OK so after a steady stream of muddy races I've got a question in my head--do I dare to clean the white spokes with bleach?


----------



## Suns_PSD (Dec 13, 2013)

Fair wheel bikes is your best source for Carbon Ti hubs in the US. Can also order them from R2 in Germany. 
I just ordered them online at retail. 
Pre-Covid I would try and finagle a discount but these times are different. Supply chains are limited, and my timeline was hurried.
Don't clean your spokes with bleach. Soap and water should do it. 
I really like these wheels and they feel confident. At this point I trust them to do most of my riding from rough trail on down , at least with the rear insert. 
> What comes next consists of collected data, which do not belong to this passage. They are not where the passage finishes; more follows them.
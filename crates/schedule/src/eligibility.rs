//! Whether a rig may test a lot, and how long the lot takes there.

use crate::geometry::largest_arbor_mm;
use crate::input::Job;
use crate::planner::RigCtx;
use crate::refusal::{Refusal, CELL_HIGH_SHARE, CELL_LOW_SHARE};
use twistlot_model::{PlantTime, Rig};

/// Longest processing time the planner counts, s (about 31 years): keeps sums in range.
const MAX_PROCESSING_S: f64 = 1e9;

/// Seconds rounded up to the whole second, inside [0, MAX_PROCESSING_S].
pub(crate) fn ceil_seconds(seconds: f64) -> i64 {
    seconds.clamp(0.0, MAX_PROCESSING_S).ceil() as i64
}

/// Time to test all of a lot's samples on a rig, s, rounded up.
pub(crate) fn processing_s(job: &Job, rig: &Rig) -> i64 {
    let speed = rig.speed_deg_per_s.unwrap_or(f64::NAN);
    let per_part = rig.handling_s + 2.0 * f64::from(job.cycles) * job.max_angle_deg / speed;
    ceil_seconds(f64::from(job.samples) * per_part)
}

/// The largest arbor at the rig that clears the wound-down spring.
pub(crate) fn pick_arbor(rig: &Rig, inside_d_mm: f64) -> Option<f64> {
    let allowed = largest_arbor_mm(inside_d_mm);
    rig.arbors_mm.iter().copied().filter(|&d| d <= allowed).max_by(f64::total_cmp)
}

/// The rig-wide refusal when even the reference check does not fit its free hours.
pub(crate) fn time_refusal(
    rig: &Rig,
    check_end_s: i64,
    calibration_s: i64,
    free_end_s: i64,
    at: &impl Fn(i64) -> PlantTime,
) -> Option<Refusal> {
    if check_end_s <= calibration_s.min(free_end_s) {
        return None;
    }
    Some(match rig.calibration_due {
        Some(due) if calibration_s < check_end_s && calibration_s <= free_end_s => {
            Refusal::CalibrationLapses { due, earliest_end: at(check_end_s) }
        }
        _ => Refusal::NotAvailableLongEnough { until: at(free_end_s), earliest_end: at(check_end_s) },
    })
}

/// Every reason a usable rig refuses a lot (none: it may test it).
pub(crate) fn judge(
    job: &Job,
    rig: &Rig,
    ctx: &RigCtx,
    ready_s: i64,
    at: &impl Fn(i64) -> PlantTime,
) -> Vec<Refusal> {
    let mut reasons = Vec::new();
    let capacity = rig.capacity_nmm.unwrap_or(f64::NAN);
    let (low, high) = (CELL_LOW_SHARE * capacity, CELL_HIGH_SHARE * capacity);
    if !(job.max_torque_nmm >= low && job.max_torque_nmm <= high) {
        reasons.push(Refusal::TorqueOutsideCellWindow {
            torque_nmm: job.max_torque_nmm,
            capacity_nmm: capacity,
        });
    }
    let max_angle = rig.max_angle_deg.unwrap_or(f64::NAN);
    // Written so that an unknown (NaN) range refuses too.
    let within_range = job.max_angle_deg <= max_angle;
    if !within_range {
        reasons.push(Refusal::AngleBeyondRange { angle_deg: job.max_angle_deg, max_angle_deg: max_angle });
    }
    if pick_arbor(rig, job.wound_down_inside_d_mm).is_none() {
        reasons.push(Refusal::NoArborFits {
            inside_d_mm: job.wound_down_inside_d_mm,
            largest_allowed_mm: largest_arbor_mm(job.wound_down_inside_d_mm),
            arbors_mm: rig.arbors_mm.clone(),
        });
    }
    let earliest_end_s = ready_s.max(ctx.check_end_s + ctx.setup_s).saturating_add(processing_s(job, rig));
    if earliest_end_s > ctx.limit_s {
        let calibration_s = rig.calibration_due.map(|due| due.seconds_since(at(0)));
        reasons.push(match (rig.calibration_due, calibration_s) {
            (Some(due), Some(cal)) if cal == ctx.limit_s => {
                Refusal::CalibrationLapses { due, earliest_end: at(earliest_end_s) }
            }
            _ => Refusal::NotAvailableLongEnough { until: at(ctx.limit_s), earliest_end: at(earliest_end_s) },
        });
    }
    reasons
}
Sent from my SM-G715A using Tapatalk


----------



## Velodonata (May 12, 2018)

chomxxo said:


> OK so after a steady stream of muddy races I've got a question in my head--do I dare to clean the white spokes with bleach?


Probably not a good idea. I've mostly been trying to keep mine black, but the reluctance of the spokes to retain color should also make them easier to clean.


----------



## chomxxo (Oct 15, 2008)

Yeah they don't look too bad, but soap and water won't get them completely clean. The textured surface is going to collect some dirt and recent races haven't been kind. I'll ask Berd--a 10% bleach solution probably won't hurt.


----------



## smartyiak (Apr 29, 2009)

Klaster_1 said:


> You can have any color as long as it's white. At least for now.


Not Berd...but now in RAINBOW!
Roll on rainbows with new Pi Rope colored fiber spokes, Lefty wheel & many more rim options!


----------



## acer66 (Oct 13, 2010)

smartyiak said:


> Not Berd...but now in RAINBOW!
> Roll on rainbows with new Pi Rope colored fiber spokes, Lefty wheel & many more rim options!
> 
> View attachment 1947582


€20 per colour?
Autsch!
But very pretty I might say myself.


----------



## smartyiak (Apr 29, 2009)

acer66 said:


> €20 per colour?
> Autsch!
> But very pretty I might say myself.


Maybe that's "with VAT?" 😬


----------



## acer66 (Oct 13, 2010)

smartyiak said:


> Maybe that's "with VAT?" 😬


More with a Wot!


----------



## dysfunction (Aug 15, 2009)

640€/wheel? No problem! I'll just stand in front of the Bahnhof before a football game and collect bottles for the pfand.


----------



## dundundata (May 15, 2009)

wonder if it's worth it going for black spokes if you need to color them in?


----------



## MSU Alum (Aug 8, 2009)

chomxxo said:


> Yeah they don't look too bad, but soap and water won't get them completely clean. The textured surface is going to collect some dirt and recent races haven't been kind. I'll ask Berd--a 10% bleach solution probably won't hurt.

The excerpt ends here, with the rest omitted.